The managed stands that we studied represent the oldest age classes in managed forests. The average age of managed forests studied was about 140 years in Kuhmo and 120 years in Pirkanmaa, which means that these stands have regenerated naturally in the 1800s. Intensive forest management based on clear-cutting, soil preparation and planting started at large scale in Finland only from the beginning of 1950s. In the future, an ever-increasing proportion of mature managed forests originates from clear-cutting and has been managed from the beginning. This will probably further reduce the input rate of recently dead standing pines.

To conserve species living in dead-wood habitats, it is necessary to leave dead wood during harvesting operations. For rare and red-listed early-successional species, spatially and temporally continuous input of dying trees is the critical factor. The probability of persistence of these species can be increased by prolonging rotation times in mature forests, regenerating stands using seed-tree cutting and leaving as many permanent retention trees as possible. All these measures increase the amount of old pines and, in the long term, the availability of large dead pines in the managed-forest landscape. As consequence, these measures both increase the probability of persistence of species at the stand level, and at the same time increase the spatiotemporal links between stands at the landscape level. Such measures benefit large numbers of other saproxylic organisms using dead-wood habitats of later decay-succession phases too.

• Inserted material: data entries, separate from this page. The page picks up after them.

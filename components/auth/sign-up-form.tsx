'use client';

import { signIn } from 'next-auth/react';
import { useRouter } from 'next/navigation';
import type { FormEvent } from 'react';
import { Alert } from '@/components/ui/alert';
import { Button } from '@/components/ui/button';
import { TextField } from '@/components/ui/field';
import { useSchemaForm } from '@/components/ui/use-schema-form';
import { apiFetch } from '@/lib/api/client';
import { signUpSchema } from '@/lib/users/schemas';

export function SignUpForm() {
  const router = useRouter();
  const { fields, submit, mutation, message } = useSchemaForm({
    schema: signUpSchema,
    // The server answers the same whether or not the address had an account; signing in tells.
    send: async (input) => {
      await apiFetch<{ message: string }>('/api/sign-up', { method: 'POST', body: input });
      const result = await signIn('credentials', { redirect: false, email: input.email, password: input.password });
      return Boolean(result && !result.error);
    },
    onSuccess: (signedIn) => {
      if (!signedIn) return;
      router.push('/');
      router.refresh();
    },
    failureMessage: 'Could not create the channel. Try again.',
  });
  // Signed in: the button stays pending while the channel page loads.
  const pending = mutation.isPending || mutation.data === true;

  function onSubmit(event: FormEvent<HTMLFormElement>) {
    event.preventDefault();
    submit(Object.fromEntries(new FormData(event.currentTarget)));
  }

  return (
    <form onSubmit={onSubmit} className="mt-6 space-y-4" noValidate>
      {message ? <Alert tone="attention">{message}</Alert> : null}
      {mutation.data === false ? (
        <Alert tone="info">We sent a message to that address. If you already have a Kerfline account, sign in with it instead.</Alert>
      ) : null}
      <TextField label="Your name" name="name" autoComplete="name" required error={fields.name} />
      <TextField label="E-mail" name="email" type="email" autoComplete="email" required error={fields.email} />
      <TextField
        label="Password"
        name="password"
        type="password"
        autoComplete="new-password"
        required
        hint="At least 10 characters."
        error={fields.password}
      />
      <TextField label="Channel name" name="channelName" required error={fields.channelName} />
      <Button type="submit" className="w-full" disabled={pending}>
        {pending ? 'Creating…' : 'Create channel'}
      </Button>
    </form>
  );
}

The present study was confirmatory in its nature. We concentrated on only one specific dead-wood type, and on testing hypotheses concerning the occurrence patterns of a limited, preselected set of rare specialists versus common generalist species, which may also limit the generalizability of the results. An alternative approach would include testing the occurrence patterns of all the species, to assess which proportion of species respond to local or regional host-tree density, and to explore which other traits than rarity and degree of specialization might explain species’ responses.